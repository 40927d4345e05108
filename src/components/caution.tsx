/** The caution that stays on every screen. */
export const CAUTION_TEXT =
  'Decision support only. The vessel master’s authority, marine warranty approval, local codes and licensed practice decide whether work goes ahead.';

export function Caution({ inverted = false }: { inverted?: boolean }) {
  return (
    <p className={`mx-auto max-w-5xl text-center text-xs ${inverted ? 'text-white/70' : 'text-ink-soft'}`} data-testid="caution">
      <span aria-hidden>⚓ </span>
      {CAUTION_TEXT}
    </p>
  );
}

◆ TRY IT ◆
Word for word, give back all the lines above.

◆ COMPLETED TASK ◆
repository 40927d4345e05108
filename src/components/caution.tsx
/** The caution that stays on every screen. */
export const CAUTION_TEXT =
  'Decision support only. The vessel master’s authority, marine warranty approval, local codes and licensed practice decide whether work goes ahead.';

export function Caution({ inverted = false }: { inverted?: boolean }) {
  return (
    <p className={`mx-auto max-w-5xl text-center text-xs ${inverted ? 'text-white/70' : 'text-ink-soft'}`} data-testid="caution">
      <span aria-hidden>⚓ </span>
      {CAUTION_TEXT}
    </p>
  );
}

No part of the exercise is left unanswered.